The thing is, now I am feeling kind guilty for making that situation a bit awkward.  Because I that morning I told them I don't want to do it, then in the end I agreed to do it. I felt I had put a "damper" of the situation.  I hate being the "melancholic" one.  I wish I can be this "enthusiastic" and "fun" person instead of this person who other people might be "walking on eggs shells" around.  Oh yes, I am overthinking this too.  It went fine. Liza, stop overanalyzing.

OK. I think this is it for now.   I woke up at 3am today and couldn't go back to sleep so I wrote here. But now I am feeling sleepy, which is a good thing, so I am going back to bed.


Wednesday, November 15, 2017

Happy Hump Wednesday



Yesterday, Tuesday, was a good day.  Many important tasks accomplished. Today, Wednesday, will be great. Will continue to accomplish tasks one at a time and not be stressed by it.

We are still sorting out our health insurance.  Praying for wisdom on what to do.

Maui weather is overcast this morning.  The cat next to me is asking me to pet her .... so now i am typing with one hand.

Maui Monopoly is this weekend. I'd be glad when its over so I can focus on other tasks.

Praying for my young adult kids Gardner and Noelle. Thankful for the fine young people they have become. Praying for a good now and a bright future for them. 

This is going to be a short post, but that's ok.  Wishing everyone a wonderful Wednesday. Aloha!

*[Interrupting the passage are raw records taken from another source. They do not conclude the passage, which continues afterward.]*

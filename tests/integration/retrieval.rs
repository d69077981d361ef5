//! Dense and hybrid retrieval: embedding parity with the reference
//! library, the vector index kept in step with the store (add, replace,
//! rebuild, resume after a failure), and filters that never leak.

use crate::support::{HashEmbedder, model};
use onrecord::embed::{Embedder, cosine};
use onrecord::ingest::{MemDoc, ingest_docs};
use onrecord::retrieve::{Index, RetrieverKind, SearchOptions};
use onrecord::store::Store;
use onrecord::types::{DocId, DocMeta, Filters};
use onrecord::vectors::{self, DEFAULT_SCALAR, VectorIndex};
use std::collections::HashSet;
use std::path::Path;
use std::sync::Arc;

/// Parity with sentence-transformers 6.2.0 (all-MiniLM-L6-v2, mean pooling,
/// normalised, max_seq_length 256): the fixture
/// ../shared/reference/minilm-l6-v2-embeddings.json holds 24 texts with their
/// token ids and embeddings. Token ids must match exactly and every cosine
/// must reach 0.9999.
#[test]
fn minilm_matches_the_reference_library() {
    let Some(e) = model() else { return };
    let path = onrecord::shared_reference_dir().join("minilm-l6-v2-embeddings.json");
    let text = std::fs::read_to_string(&path)
        .unwrap_or_else(|err| panic!("reference fixture {} unreadable: {err}", path.display()));
    let v: serde_json::Value = serde_json::from_str(&text).unwrap();
    let items = v["items"].as_array().unwrap();
    assert_eq!(items.len(), 24);
    let texts: Vec<&str> = items.iter().map(|i| i["text"].as_str().unwrap()).collect();
    // All at once, so the length buckets and padding are exercised too.
    let got = e.embed(&texts).unwrap();
    let mut worst = 1.0f32;
    for (i, item) in items.iter().enumerate() {
        let want_ids: Vec<u32> = item["input_ids"]
            .as_array()
            .unwrap()
            .iter()
            .map(|x| x.as_u64().unwrap() as u32)
            .collect();
        assert_eq!(
            e.token_ids(texts[i]).unwrap(),
            want_ids,
            "token ids of item {i}"
        );
        let want: Vec<f32> = item["embedding"]
            .as_array()
            .unwrap()
            .iter()
            .map(|x| x.as_f64().unwrap() as f32)
            .collect();
        assert_eq!(got[i].len(), 384);
        let c = cosine(&got[i], &want);
        worst = worst.min(c);
        assert!(c >= 0.9999, "item {i}: cosine {c} below 0.9999");
        // One at a time gives the same vector as in a padded batch.
        let alone = e.embed(&[texts[i]]).unwrap().remove(0);
        assert!(
            cosine(&alone, &got[i]) >= 0.99999,
            "item {i}: batch and single differ"
        );
    }
    crate::support::figure(&format!(
        "MiniLM parity: worst cosine {worst:.6} over {} items",
        items.len()
    ));
}

fn doc(id: &str, org: &str, date: &str, text: &str) -> MemDoc {
    MemDoc {
        doc_id: DocId(id.into()),
        meta: DocMeta {
            title: Some(format!("Record {id}")),
            organisation: Some(org.into()),
            date: Some(date.into()),
            ..Default::default()
        },
        pages: vec![text.into()],
    }
}

fn corpus(n: usize) -> Vec<MemDoc> {
    let orgs = ["Harbour Authority", "Transit Board", "Health Region"];
    let topics = [
        "ferry terminal budget increase pier works contractor",
        "bus route cancellation ridership survey depot",
        "hospital wait times nurse staffing overtime ward",
        "bridge inspection corrosion steel repair closure",
    ];
    (0..n)
        .map(|i| {
            doc(
                &format!("d{i:03}"),
                orgs[i % 3],
                &format!("202{}-0{}-1{}", i % 4, 1 + i % 9, i % 10),
                &format!(
                    "Memo {i}. The {} were discussed at meeting {i}. Item {}.",
                    topics[i % 4],
                    i * 7
                ),
            )
        })
        .collect()
}

fn embed_all(dir: &Path, e: &dyn Embedder) -> vectors::SyncReport {
    vectors::update(dir, e, false).unwrap().1
}

/// Texts an update embeds besides the chunks: candidate sentences and titles.
fn sentence_texts(dir: &Path) -> u64 {
    let store = Store::open(dir).unwrap();
    let mut chunks = Vec::new();
    store
        .for_each_chunk(|c| {
            chunks.push((c.title, c.text));
            Ok(())
        })
        .unwrap();
    onrecord::select::inputs_of(chunks.iter().map(|(t, x)| (t.as_str(), x.as_str()))).len() as u64
}

#[test]
fn vector_index_follows_adds_and_replacements_and_rebuilds_from_the_store() {
    let tmp = tempfile::tempdir().unwrap();
    let dir = tmp.path();
    let e = Arc::new(HashEmbedder::new());
    ingest_docs(dir, corpus(30), Default::default(), None).unwrap();
    let sync = embed_all(dir, e.as_ref());
    let (_, _, chunks) = Store::open(dir).unwrap().counts().unwrap();
    assert_eq!(sync.total as u64, chunks);
    // Each chunk once, and each distinct candidate sentence and title once.
    let sentences = sentence_texts(dir);
    assert_eq!(
        e.embedded() as u64,
        chunks + sentences,
        "each chunk and sentence embedded once"
    );

    // Unchanged documents: nothing is embedded again, nothing changes.
    ingest_docs(dir, corpus(30), Default::default(), None).unwrap();
    let again = embed_all(dir, e.as_ref());
    assert_eq!(e.embedded() as u64, chunks + sentences);
    assert_eq!((again.added, again.removed), (0, 0));

    // Replace one document and add one: the old chunk leaves the index,
    // the new ones join, and only they are embedded.
    let mut docs = corpus(30);
    docs[4].pages = vec!["Lighthouse keeper salary arrears were settled in March.".into()];
    docs.push(doc(
        "d999",
        "Harbour Authority",
        "2024-05-01",
        "Dredging permit for the north channel.",
    ));
    ingest_docs(dir, docs, Default::default(), None).unwrap();
    let before = e.embedded();
    let (report, sync) = vectors::update(dir, e.as_ref(), false).unwrap();
    assert_eq!(report.embedded, 2, "only the two new chunks are embedded");
    // ...and only their sentences (and a new title): one sentence each.
    assert!((2..=3).contains(&report.sentences_embedded), "{report:?}");
    assert_eq!(e.embedded() - before, 2 + report.sentences_embedded);
    assert_eq!((sync.added, sync.removed), (2, 1));
    let idx = Index::open_with(dir, Some(e.clone())).unwrap();
    let dense = SearchOptions {
        retriever: Some(RetrieverKind::Dense),
        ..Default::default()
    };
    let hits = idx
        .search_with(
            "lighthouse keeper salary arrears",
            &Filters::default(),
            3,
            &dense,
        )
        .unwrap();
    assert_eq!(hits[0].chunk.doc_id.0, "d004");
    assert!(hits[0].chunk.text.contains("Lighthouse"));
    let all = idx
        .search_with("memo meeting item", &Filters::default(), 100, &dense)
        .unwrap();
    assert_eq!(
        all.len() as u64,
        chunks + 1,
        "every vector maps to a live chunk"
    );
    let first: Vec<u64> = all.iter().map(|h| h.chunk.id.0).collect();
    drop(idx);

    // Lose the vector index: it is rebuilt from the store, embedding nothing.
    std::fs::remove_dir_all(dir.join("vectors")).unwrap();
    let before = e.embedded();
    let idx = Index::open_with(dir, Some(e.clone())).unwrap();
    assert!(idx.vectors.as_ref().unwrap().last_sync.rebuilt);
    assert_eq!(e.embedded(), before, "a rebuild embeds nothing");
    let rebuilt: Vec<u64> = idx
        .search_with("memo meeting item", &Filters::default(), 100, &dense)
        .unwrap()
        .iter()
        .map(|h| h.chunk.id.0)
        .collect();
    assert_eq!(
        first.iter().collect::<HashSet<_>>(),
        rebuilt.iter().collect::<HashSet<_>>()
    );
}

#[test]
fn an_interrupted_embedding_run_keeps_its_work_and_the_next_continues() {
    let tmp = tempfile::tempdir().unwrap();
    let dir = tmp.path();
    ingest_docs(dir, corpus(200), Default::default(), None).unwrap();
    let (_, _, chunks) = Store::open(dir).unwrap().counts().unwrap();
    assert!(chunks > vectors::EMBED_COMMIT as u64 * 2);
    let failing = HashEmbedder {
        fail_after_calls: Some(2),
        ..HashEmbedder::new()
    };
    let err = vectors::update(dir, &failing, false).unwrap_err();
    assert!(err.to_string().contains("told to fail"), "{err}");
    let done = failing.embedded();
    assert_eq!(done, 2 * vectors::EMBED_COMMIT);
    let store = Store::open(dir).unwrap();
    assert_eq!(
        store.count_pending_embeddings(&failing.id).unwrap(),
        chunks - done as u64,
        "committed batches survive the failure"
    );
    drop(store);
    let good = HashEmbedder::new();
    let (report, sync) = vectors::update(dir, &good, false).unwrap();
    assert_eq!(
        report.embedded as u64,
        chunks - done as u64,
        "only the rest is embedded"
    );
    assert_eq!(sync.total as u64, chunks);
}

/// Property: whatever the filter and retriever, every result lies inside
/// the filter, as the store's own filter query (the reference) defines it.
/// Run with the exact path for small filters and, by lowering the switch
/// point, with the filter applied inside the graph walk.
#[test]
fn filters_never_leak_whatever_the_retriever() {
    let tmp = tempfile::tempdir().unwrap();
    let dir = tmp.path();
    let e = Arc::new(HashEmbedder::new());
    ingest_docs(dir, corpus(300), Default::default(), None).unwrap();
    embed_all(dir, e.as_ref());
    let filters = [
        Filters {
            org: Some("harbour".into()),
            ..Default::default()
        },
        Filters {
            from: Some("2022".into()),
            to: Some("2023-06".into()),
            ..Default::default()
        },
        Filters {
            docs: vec![DocId("d007".into()), DocId("d123".into())],
            ..Default::default()
        },
        Filters {
            org: Some("transit".into()),
            from: Some("2021-03-01".into()),
            ..Default::default()
        },
        Filters {
            org: Some("no such body".into()),
            ..Default::default()
        },
    ];
    for exact_below in [usize::MAX, 0] {
        let mut idx = Index::open_with(dir, Some(e.clone())).unwrap();
        idx.vectors.as_mut().unwrap().exact_below = exact_below;
        for f in &filters {
            let allowed: HashSet<String> = idx
                .store
                .docs_matching(f)
                .unwrap()
                .unwrap()
                .into_iter()
                .map(|d| d.0)
                .collect();
            for kind in [
                RetrieverKind::Bm25,
                RetrieverKind::Dense,
                RetrieverKind::Hybrid,
            ] {
                let opts = SearchOptions {
                    retriever: Some(kind),
                    ..Default::default()
                };
                for q in [
                    "ferry budget",
                    "nurse overtime ward",
                    "corrosion",
                    "memo 12",
                ] {
                    let hits = idx.search_with(q, f, 20, &opts).unwrap();
                    for h in &hits {
                        assert!(
                            allowed.contains(&h.chunk.doc_id.0),
                            "{kind:?} returned {} outside {f:?}",
                            h.chunk.doc_id
                        );
                    }
                    if kind == RetrieverKind::Dense && exact_below == usize::MAX {
                        assert_eq!(
                            hits.len(),
                            allowed.len().min(20),
                            "{f:?}: dense fills k from the allowed set"
                        );
                    }
                }
            }
        }
    }
}

#[test]
fn hybrid_explains_each_result_and_falls_back_without_a_model() {
    let tmp = tempfile::tempdir().unwrap();
    let dir = tmp.path();
    let e = Arc::new(HashEmbedder::new());
    ingest_docs(dir, corpus(40), Default::default(), None).unwrap();
    embed_all(dir, e.as_ref());
    let idx = Index::open_with(dir, Some(e.clone())).unwrap();
    assert_eq!(
        idx.retriever(),
        RetrieverKind::Hybrid,
        "hybrid is the default with a model"
    );
    let hits = idx
        .search("bridge corrosion repair", &Filters::default(), 10)
        .unwrap();
    assert!(!hits.is_empty());
    for (i, h) in hits.iter().enumerate() {
        assert_eq!(h.rank, i + 1);
        assert_eq!(h.retriever, "hybrid");
        assert_eq!(h.signals.len(), 2);
        // The fused score is the RRF sum of the listed ranks (k = 60, weights 1).
        let want: f64 = h
            .signals
            .iter()
            .filter_map(|s| s.rank)
            .map(|r| 1.0 / (60.0 + r as f64))
            .sum();
        assert!(
            (h.score as f64 - want).abs() < 1e-6,
            "{} vs {want}",
            h.score
        );
    }
    assert!(hits.windows(2).all(|w| w[0].score >= w[1].score));
    drop(idx);
    // No embedder: hybrid falls back to BM25 and the index says nothing is wrong.
    let bm = Index::open_with(dir, None).unwrap();
    assert_eq!(bm.retriever(), RetrieverKind::Bm25);
    let hits = bm
        .search("bridge corrosion repair", &Filters::default(), 5)
        .unwrap();
    assert!(
        hits.iter()
            .all(|h| h.retriever == "bm25" && h.signals.len() == 1)
    );
    // A graph saved for this model is reused on the next open.
    let vi = VectorIndex::open_synced(dir, &Store::open(dir).unwrap(), e.id(), 64, DEFAULT_SCALAR)
        .unwrap();
    assert!(!vi.last_sync.rebuilt);
}

/// A store written in format 1 (before embeddings) is upgraded in place:
/// the new tables appear and every chunk gets the embedding key a fresh
/// store would give it, so nothing needs re-ingesting.
#[test]
fn a_format_1_store_is_upgraded_in_place() {
    let tmp = tempfile::tempdir().unwrap();
    let dir = tmp.path();
    ingest_docs(dir, corpus(12), Default::default(), None).unwrap();
    let path = dir.join(onrecord::store::STORE_FILE);
    let keys = |conn: &rusqlite::Connection| -> Vec<(i64, String)> {
        let mut st = conn
            .prepare("SELECT id, embed_key FROM chunks ORDER BY id")
            .unwrap();
        st.query_map([], |r| Ok((r.get(0)?, r.get(1)?)))
            .unwrap()
            .map(Result::unwrap)
            .collect()
    };
    let fresh = {
        let conn = rusqlite::Connection::open(&path).unwrap();
        let k = keys(&conn);
        // Freeze it back to format 1.
        conn.execute_batch(
            "DROP TABLE embeddings; DROP TABLE dropped_chunks;
             DROP TABLE answers; DROP TABLE cited_pages;
             ALTER TABLE chunks DROP COLUMN embed_key;
             UPDATE meta SET value = '1' WHERE key = 'format';",
        )
        .unwrap();
        k
    };
    let store = Store::open(dir).unwrap();
    assert_eq!(
        store.count_pending_embeddings("m").unwrap(),
        fresh.len() as u64
    );
    drop(store);
    let conn = rusqlite::Connection::open(&path).unwrap();
    assert_eq!(keys(&conn), fresh);
    let format: String = conn
        .query_row("SELECT value FROM meta WHERE key = 'format'", [], |r| {
            r.get(0)
        })
        .unwrap();
    assert_eq!(format, onrecord::store::STORE_FORMAT.to_string());
    // Format 3's answer log is there too.
    let logged: i64 = conn
        .query_row("SELECT count(*) FROM answers", [], |r| r.get(0))
        .unwrap();
    assert_eq!(logged, 0);
}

Tuesday, November 14, 2017

Stop Worrying And Start Living


Last night I listed to  Dale Carnegie's Audibook on How To Stop Worrying and Start Living.  It's the best book on anxiety that I have encountered and I highly recommend it.

I will embed the video at the end of this post so you too can listen to it if you want to.

It seems counterproductive that I am blogging here at Liza's Eyeview when I have so many other blogging commitments that I have to fulfill. But this is my therapy of sorts. I think I've said that before.  This is how I sort so many things on my head.

There are many other things that are causing stress in my life (like the fact that we don't have the funds to send out kids to college and it really bums me out) but I'd rather focus on the blessings in my life and what I can do to make things better - one day at a time.